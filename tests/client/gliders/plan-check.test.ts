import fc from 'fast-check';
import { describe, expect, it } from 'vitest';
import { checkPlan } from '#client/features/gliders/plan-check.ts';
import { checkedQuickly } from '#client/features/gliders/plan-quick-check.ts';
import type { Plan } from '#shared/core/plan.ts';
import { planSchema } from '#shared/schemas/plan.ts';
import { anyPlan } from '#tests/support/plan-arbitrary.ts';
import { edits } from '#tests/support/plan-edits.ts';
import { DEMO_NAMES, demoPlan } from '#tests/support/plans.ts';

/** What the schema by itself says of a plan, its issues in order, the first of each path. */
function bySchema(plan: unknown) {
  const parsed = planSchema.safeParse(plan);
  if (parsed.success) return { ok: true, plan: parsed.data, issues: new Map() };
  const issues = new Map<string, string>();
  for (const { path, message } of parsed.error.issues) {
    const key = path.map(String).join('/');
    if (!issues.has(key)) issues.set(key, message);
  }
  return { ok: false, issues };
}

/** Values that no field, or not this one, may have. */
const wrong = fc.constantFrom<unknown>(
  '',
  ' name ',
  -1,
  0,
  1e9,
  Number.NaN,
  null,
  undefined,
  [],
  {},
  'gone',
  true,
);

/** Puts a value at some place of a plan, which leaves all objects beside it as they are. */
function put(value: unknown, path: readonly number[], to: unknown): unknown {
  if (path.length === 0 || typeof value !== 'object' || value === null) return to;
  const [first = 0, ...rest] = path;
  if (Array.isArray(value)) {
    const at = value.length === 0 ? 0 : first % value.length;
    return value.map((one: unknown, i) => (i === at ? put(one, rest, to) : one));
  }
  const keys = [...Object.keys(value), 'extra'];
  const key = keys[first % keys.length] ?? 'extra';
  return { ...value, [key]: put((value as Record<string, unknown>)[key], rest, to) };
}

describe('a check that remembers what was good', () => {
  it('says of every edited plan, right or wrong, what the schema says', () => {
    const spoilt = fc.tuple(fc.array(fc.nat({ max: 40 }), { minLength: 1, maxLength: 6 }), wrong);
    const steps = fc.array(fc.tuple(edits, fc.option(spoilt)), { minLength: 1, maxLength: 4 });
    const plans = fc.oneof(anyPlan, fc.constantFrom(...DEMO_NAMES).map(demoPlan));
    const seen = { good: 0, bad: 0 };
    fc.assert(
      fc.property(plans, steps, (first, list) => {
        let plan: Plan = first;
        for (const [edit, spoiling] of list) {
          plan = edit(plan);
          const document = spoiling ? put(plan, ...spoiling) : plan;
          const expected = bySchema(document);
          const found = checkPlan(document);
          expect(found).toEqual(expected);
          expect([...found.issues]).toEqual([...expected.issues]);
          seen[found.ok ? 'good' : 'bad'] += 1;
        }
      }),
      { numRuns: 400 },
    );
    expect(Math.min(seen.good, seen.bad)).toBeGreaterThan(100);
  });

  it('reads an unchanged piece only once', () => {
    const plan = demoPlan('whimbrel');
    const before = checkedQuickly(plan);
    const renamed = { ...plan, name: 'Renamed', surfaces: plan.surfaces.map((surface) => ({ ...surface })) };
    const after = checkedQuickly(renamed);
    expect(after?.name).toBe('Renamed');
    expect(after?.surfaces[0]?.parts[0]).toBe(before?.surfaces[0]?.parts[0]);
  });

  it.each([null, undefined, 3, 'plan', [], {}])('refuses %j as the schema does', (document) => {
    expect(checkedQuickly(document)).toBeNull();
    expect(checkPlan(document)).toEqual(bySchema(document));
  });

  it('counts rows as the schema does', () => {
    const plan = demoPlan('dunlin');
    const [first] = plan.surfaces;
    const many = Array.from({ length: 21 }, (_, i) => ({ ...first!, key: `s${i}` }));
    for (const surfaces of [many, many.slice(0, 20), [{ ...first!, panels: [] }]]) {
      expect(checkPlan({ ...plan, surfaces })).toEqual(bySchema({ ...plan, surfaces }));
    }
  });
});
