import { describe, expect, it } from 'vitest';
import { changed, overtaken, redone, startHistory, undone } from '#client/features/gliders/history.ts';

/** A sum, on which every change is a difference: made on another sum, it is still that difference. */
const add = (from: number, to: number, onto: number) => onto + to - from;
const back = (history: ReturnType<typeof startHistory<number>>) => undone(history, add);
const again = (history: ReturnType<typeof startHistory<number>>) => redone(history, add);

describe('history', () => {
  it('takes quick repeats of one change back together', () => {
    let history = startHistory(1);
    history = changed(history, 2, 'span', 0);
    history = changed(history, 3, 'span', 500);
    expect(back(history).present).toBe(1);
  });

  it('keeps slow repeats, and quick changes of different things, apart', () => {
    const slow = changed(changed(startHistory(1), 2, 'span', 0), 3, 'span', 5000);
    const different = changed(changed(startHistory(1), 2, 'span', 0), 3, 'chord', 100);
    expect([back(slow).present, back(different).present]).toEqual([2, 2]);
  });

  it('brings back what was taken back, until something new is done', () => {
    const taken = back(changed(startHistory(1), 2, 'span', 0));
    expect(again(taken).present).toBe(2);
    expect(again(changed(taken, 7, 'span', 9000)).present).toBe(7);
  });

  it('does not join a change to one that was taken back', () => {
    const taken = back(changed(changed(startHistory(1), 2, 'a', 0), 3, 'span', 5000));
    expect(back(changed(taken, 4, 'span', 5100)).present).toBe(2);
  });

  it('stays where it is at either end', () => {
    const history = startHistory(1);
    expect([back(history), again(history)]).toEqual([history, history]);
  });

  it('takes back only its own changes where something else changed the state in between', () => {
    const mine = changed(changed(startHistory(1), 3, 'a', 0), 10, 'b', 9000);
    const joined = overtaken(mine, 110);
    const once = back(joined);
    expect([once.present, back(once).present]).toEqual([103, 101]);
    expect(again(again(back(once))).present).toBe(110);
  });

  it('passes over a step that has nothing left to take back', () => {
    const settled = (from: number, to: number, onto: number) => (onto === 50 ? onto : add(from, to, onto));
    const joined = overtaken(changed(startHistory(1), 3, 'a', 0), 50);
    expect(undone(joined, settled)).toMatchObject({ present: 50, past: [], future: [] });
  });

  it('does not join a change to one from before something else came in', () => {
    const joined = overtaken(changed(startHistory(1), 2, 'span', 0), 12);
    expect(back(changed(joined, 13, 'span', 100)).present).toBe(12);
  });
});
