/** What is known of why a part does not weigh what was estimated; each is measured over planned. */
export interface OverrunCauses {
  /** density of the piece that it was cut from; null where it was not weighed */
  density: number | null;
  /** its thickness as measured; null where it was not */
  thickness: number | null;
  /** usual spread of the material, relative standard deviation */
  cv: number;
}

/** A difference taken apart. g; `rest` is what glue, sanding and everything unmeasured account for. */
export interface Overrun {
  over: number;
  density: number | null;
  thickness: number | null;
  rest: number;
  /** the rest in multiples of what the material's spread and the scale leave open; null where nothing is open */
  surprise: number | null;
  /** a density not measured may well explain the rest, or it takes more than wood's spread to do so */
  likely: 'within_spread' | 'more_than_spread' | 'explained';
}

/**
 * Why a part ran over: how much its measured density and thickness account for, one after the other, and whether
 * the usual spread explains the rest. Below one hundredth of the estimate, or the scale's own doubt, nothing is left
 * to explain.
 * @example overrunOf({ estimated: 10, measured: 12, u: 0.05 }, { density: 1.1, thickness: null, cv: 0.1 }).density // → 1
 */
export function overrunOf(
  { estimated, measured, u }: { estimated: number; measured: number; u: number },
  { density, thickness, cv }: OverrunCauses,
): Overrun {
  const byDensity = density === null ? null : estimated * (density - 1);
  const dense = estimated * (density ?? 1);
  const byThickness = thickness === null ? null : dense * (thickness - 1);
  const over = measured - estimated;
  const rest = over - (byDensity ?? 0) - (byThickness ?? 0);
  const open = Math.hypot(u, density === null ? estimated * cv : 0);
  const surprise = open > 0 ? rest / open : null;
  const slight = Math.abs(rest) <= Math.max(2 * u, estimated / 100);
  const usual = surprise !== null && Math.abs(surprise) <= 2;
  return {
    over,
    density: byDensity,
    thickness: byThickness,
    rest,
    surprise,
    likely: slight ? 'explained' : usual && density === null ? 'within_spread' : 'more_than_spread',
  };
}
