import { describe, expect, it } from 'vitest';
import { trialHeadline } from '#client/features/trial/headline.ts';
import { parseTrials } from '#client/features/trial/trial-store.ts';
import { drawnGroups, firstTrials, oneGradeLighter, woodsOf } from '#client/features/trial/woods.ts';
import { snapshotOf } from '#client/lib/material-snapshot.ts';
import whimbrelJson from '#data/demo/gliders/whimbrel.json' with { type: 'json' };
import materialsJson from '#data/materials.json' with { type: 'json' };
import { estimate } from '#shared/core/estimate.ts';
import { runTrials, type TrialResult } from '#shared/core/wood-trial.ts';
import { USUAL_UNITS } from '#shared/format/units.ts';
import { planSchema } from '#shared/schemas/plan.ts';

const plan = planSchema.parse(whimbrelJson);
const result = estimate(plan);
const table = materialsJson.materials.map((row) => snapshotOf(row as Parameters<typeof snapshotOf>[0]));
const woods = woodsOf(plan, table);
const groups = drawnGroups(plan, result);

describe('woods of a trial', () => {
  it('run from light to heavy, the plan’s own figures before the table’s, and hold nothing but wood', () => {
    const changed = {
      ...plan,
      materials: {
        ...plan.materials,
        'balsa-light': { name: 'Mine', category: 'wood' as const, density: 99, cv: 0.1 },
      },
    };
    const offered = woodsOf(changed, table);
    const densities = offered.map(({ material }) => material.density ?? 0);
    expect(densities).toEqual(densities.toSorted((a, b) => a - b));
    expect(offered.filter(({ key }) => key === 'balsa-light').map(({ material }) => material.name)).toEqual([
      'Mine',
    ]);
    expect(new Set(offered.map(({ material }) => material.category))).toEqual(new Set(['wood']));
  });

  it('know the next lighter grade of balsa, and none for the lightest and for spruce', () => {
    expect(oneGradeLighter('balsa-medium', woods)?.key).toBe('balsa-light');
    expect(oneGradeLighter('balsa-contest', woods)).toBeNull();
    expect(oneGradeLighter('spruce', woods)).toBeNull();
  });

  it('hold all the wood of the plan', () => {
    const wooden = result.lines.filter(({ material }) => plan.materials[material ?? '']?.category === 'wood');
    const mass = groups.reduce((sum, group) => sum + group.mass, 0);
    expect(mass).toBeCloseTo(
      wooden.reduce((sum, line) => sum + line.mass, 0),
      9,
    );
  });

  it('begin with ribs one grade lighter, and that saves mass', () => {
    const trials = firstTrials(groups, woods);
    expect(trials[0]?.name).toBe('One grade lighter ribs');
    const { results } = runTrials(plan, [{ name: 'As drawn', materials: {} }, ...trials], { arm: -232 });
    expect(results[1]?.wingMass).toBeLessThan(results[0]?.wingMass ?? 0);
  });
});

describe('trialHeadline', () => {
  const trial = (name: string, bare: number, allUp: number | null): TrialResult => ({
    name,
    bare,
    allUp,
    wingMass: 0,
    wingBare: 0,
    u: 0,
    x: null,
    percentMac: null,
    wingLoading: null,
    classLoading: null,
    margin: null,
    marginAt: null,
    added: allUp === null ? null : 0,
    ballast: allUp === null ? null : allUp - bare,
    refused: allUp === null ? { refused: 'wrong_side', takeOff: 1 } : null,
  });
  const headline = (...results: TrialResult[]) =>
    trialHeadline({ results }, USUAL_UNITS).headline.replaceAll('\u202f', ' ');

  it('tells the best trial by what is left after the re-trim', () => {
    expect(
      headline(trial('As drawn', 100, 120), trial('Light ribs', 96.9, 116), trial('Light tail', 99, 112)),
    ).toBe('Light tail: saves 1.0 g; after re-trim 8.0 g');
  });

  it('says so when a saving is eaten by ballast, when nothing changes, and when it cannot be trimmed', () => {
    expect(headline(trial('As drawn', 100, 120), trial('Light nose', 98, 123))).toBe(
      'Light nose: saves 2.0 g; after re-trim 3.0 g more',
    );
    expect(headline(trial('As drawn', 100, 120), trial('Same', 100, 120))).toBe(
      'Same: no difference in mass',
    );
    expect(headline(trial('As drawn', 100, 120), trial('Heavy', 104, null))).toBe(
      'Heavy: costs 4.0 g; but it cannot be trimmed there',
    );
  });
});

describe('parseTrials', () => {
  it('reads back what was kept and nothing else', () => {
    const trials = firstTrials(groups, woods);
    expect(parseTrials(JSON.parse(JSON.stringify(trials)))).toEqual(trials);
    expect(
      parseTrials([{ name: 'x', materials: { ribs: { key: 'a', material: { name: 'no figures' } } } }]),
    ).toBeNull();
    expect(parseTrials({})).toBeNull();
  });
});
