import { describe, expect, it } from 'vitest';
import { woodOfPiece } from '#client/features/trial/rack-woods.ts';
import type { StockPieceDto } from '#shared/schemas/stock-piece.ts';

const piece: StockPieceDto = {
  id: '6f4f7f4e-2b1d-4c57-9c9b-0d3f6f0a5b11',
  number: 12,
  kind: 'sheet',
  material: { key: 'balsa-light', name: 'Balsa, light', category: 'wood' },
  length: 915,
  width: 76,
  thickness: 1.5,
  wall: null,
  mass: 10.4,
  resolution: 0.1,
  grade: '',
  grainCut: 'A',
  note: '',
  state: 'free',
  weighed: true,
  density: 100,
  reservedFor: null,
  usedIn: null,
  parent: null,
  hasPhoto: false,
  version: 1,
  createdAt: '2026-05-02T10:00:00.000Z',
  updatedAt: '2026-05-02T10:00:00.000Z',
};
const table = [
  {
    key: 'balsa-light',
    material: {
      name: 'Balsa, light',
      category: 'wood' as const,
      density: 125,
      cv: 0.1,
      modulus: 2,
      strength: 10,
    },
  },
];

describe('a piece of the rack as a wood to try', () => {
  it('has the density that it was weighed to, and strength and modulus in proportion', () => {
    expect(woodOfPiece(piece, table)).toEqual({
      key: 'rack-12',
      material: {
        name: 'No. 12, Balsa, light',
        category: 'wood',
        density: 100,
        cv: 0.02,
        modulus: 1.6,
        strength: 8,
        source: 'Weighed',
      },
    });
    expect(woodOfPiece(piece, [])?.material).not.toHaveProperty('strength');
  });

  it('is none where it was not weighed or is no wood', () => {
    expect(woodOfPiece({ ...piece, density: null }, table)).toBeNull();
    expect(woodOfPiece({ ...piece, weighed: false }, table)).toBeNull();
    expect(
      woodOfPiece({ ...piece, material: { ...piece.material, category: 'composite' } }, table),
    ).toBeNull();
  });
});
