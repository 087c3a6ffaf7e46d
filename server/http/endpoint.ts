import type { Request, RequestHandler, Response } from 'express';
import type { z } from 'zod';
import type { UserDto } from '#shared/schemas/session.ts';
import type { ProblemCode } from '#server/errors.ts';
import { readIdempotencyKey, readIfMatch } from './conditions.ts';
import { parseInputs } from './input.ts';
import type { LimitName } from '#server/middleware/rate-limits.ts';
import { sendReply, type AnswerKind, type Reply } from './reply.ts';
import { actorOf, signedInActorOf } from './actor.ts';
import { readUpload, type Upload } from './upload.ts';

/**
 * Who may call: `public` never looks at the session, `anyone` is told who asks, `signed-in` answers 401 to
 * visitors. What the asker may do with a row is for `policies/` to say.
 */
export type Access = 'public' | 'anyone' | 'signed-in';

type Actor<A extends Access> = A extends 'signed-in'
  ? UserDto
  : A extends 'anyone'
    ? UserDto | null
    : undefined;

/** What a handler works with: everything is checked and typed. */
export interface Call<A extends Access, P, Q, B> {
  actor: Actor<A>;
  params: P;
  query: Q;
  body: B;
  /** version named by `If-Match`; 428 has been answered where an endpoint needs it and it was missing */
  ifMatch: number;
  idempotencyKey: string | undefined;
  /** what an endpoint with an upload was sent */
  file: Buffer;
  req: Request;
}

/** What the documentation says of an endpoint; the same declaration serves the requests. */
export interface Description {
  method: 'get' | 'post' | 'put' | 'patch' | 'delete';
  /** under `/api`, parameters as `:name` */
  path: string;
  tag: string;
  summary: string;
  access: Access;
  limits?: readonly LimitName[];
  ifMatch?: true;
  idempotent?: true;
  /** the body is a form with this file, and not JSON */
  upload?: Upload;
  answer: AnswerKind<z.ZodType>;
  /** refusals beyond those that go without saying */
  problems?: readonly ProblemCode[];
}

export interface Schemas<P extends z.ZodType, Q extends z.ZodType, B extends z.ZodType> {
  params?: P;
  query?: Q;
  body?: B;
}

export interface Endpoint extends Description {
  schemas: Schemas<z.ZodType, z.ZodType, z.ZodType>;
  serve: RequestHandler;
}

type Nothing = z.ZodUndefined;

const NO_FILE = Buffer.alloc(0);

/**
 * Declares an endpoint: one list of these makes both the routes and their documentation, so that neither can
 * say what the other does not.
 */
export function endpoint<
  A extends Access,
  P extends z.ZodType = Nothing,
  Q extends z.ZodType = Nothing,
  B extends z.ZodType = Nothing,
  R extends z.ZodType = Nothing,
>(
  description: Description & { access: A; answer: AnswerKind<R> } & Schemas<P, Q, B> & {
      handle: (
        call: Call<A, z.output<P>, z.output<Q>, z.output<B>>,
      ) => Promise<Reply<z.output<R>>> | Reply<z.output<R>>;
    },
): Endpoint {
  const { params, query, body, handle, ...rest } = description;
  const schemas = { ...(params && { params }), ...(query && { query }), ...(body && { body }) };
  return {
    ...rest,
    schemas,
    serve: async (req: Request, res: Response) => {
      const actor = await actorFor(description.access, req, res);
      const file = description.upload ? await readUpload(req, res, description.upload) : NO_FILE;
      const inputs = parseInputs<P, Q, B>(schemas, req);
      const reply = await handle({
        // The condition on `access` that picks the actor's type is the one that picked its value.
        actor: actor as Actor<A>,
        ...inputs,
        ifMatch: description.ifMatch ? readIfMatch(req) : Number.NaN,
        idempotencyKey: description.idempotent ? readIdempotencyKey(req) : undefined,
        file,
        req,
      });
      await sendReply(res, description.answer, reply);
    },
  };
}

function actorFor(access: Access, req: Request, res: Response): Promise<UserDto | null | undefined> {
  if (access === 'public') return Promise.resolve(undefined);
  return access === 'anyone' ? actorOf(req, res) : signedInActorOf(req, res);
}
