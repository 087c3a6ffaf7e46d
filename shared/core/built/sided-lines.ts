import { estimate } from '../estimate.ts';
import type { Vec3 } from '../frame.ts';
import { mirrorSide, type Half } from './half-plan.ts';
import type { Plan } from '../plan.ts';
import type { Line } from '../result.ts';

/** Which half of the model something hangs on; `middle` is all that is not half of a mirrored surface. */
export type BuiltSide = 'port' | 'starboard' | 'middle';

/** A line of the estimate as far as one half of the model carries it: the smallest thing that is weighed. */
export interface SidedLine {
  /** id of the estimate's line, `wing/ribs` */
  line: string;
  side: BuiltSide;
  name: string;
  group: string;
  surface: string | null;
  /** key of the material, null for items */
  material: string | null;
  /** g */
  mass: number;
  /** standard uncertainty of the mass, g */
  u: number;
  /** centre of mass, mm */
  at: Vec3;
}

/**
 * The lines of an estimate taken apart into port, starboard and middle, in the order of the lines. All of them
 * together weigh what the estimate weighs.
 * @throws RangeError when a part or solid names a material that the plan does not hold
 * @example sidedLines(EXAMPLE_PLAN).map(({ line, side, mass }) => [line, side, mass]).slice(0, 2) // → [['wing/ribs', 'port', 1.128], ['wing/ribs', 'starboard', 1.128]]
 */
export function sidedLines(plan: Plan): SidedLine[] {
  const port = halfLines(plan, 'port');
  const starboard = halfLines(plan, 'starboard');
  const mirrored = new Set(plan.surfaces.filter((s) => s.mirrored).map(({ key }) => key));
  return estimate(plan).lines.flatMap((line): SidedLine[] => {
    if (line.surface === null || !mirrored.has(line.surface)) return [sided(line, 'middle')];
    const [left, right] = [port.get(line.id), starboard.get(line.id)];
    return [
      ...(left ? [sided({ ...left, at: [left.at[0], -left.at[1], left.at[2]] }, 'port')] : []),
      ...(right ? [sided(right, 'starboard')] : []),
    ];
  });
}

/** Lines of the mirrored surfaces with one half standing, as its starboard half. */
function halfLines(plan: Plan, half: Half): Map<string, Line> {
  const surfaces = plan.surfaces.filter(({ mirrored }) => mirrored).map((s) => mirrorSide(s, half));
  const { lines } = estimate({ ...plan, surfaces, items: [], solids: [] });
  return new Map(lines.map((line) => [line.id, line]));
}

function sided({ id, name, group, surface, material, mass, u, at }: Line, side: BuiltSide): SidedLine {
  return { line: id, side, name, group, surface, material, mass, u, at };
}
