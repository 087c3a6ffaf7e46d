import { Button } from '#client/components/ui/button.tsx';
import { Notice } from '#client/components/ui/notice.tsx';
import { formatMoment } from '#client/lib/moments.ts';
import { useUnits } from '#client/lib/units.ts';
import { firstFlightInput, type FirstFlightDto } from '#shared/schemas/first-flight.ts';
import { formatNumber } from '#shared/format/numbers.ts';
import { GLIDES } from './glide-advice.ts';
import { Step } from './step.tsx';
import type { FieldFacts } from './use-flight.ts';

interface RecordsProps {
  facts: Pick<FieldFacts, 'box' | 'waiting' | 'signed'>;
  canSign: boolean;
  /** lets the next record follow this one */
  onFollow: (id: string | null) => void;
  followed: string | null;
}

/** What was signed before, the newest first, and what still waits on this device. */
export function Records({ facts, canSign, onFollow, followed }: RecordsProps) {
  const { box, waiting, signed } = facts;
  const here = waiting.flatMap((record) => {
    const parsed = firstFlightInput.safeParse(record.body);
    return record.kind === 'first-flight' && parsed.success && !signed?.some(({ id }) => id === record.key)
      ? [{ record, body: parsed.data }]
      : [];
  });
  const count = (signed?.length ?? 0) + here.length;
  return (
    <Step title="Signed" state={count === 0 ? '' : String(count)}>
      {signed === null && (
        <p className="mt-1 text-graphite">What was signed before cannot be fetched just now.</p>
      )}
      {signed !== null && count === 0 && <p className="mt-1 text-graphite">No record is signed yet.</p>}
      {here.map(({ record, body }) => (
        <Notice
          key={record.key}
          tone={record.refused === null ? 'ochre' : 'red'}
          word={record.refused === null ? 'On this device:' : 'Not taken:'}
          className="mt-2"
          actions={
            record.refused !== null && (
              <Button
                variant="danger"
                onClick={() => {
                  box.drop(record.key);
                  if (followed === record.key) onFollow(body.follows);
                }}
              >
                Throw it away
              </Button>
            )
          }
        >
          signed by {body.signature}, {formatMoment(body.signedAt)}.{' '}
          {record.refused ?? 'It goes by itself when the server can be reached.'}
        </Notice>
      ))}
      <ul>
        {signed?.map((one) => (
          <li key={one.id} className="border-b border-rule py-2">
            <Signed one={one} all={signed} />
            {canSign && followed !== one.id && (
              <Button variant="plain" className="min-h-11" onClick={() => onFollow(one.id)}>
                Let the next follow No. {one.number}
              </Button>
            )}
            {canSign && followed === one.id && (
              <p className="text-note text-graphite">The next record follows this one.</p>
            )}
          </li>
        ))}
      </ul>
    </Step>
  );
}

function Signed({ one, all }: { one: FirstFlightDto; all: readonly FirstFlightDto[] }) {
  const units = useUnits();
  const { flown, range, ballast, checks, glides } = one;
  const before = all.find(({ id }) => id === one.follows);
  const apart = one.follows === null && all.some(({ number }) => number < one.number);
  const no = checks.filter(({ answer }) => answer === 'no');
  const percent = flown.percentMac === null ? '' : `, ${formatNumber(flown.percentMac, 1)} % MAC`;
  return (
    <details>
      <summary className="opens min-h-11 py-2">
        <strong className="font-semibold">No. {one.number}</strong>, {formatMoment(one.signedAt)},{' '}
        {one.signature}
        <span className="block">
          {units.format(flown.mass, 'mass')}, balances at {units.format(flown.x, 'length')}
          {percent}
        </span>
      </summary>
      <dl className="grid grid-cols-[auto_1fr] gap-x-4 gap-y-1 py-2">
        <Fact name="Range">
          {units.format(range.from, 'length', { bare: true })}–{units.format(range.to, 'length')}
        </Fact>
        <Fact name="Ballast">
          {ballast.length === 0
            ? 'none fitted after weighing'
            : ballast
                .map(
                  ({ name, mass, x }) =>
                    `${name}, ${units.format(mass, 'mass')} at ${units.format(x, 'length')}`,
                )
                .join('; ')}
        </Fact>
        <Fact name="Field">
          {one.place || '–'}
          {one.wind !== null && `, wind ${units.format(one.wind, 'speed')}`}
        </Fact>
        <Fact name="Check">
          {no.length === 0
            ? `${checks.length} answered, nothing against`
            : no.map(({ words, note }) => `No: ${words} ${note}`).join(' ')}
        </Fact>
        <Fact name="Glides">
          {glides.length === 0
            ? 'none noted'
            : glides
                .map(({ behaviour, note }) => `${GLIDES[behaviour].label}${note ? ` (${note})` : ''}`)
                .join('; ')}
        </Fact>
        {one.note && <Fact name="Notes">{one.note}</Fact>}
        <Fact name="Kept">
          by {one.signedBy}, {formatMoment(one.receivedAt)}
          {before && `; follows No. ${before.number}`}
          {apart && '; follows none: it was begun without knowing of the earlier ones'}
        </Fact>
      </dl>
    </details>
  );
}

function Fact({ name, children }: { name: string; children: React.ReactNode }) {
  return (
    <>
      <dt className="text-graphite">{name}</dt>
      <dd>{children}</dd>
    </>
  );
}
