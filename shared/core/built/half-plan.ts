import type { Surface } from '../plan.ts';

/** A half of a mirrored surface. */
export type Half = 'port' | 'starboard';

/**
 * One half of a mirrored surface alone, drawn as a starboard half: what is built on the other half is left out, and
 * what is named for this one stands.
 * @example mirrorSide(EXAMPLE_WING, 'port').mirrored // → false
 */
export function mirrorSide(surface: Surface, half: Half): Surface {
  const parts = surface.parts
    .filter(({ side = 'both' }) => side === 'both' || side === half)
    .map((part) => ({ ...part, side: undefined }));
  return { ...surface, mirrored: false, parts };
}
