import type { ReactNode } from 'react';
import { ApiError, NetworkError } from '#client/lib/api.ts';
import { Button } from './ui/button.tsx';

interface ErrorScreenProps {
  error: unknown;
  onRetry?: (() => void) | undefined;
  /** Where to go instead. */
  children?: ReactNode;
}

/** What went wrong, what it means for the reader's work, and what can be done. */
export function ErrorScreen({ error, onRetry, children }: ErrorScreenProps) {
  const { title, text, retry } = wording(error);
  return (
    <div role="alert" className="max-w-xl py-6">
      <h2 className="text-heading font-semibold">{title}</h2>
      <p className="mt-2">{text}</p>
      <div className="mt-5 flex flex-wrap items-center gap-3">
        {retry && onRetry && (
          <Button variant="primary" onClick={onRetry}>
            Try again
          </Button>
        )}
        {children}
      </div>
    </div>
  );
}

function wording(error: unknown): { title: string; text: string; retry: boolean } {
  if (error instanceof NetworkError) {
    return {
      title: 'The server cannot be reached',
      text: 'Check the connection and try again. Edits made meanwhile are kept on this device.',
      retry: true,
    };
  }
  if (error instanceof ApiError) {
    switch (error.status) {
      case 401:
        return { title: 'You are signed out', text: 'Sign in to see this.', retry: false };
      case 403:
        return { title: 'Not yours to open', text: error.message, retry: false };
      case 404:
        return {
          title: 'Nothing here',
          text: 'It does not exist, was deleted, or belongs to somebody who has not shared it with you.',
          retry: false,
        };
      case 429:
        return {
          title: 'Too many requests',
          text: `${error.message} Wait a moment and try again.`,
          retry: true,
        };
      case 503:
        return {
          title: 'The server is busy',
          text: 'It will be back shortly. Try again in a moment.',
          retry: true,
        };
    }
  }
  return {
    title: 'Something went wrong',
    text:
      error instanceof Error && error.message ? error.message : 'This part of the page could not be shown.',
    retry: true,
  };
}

____

■ TASK REQUIREMENTS
Retrieve each line of the data in which the word "list" can be found.

■ ANSWER TO THE PROBLEM
      fc.property(plans, steps, (first, list) => {
        for (const [edit, spoiling] of list) {
 * Declares an endpoint: one list of these makes both the routes and their documentation, so that neither can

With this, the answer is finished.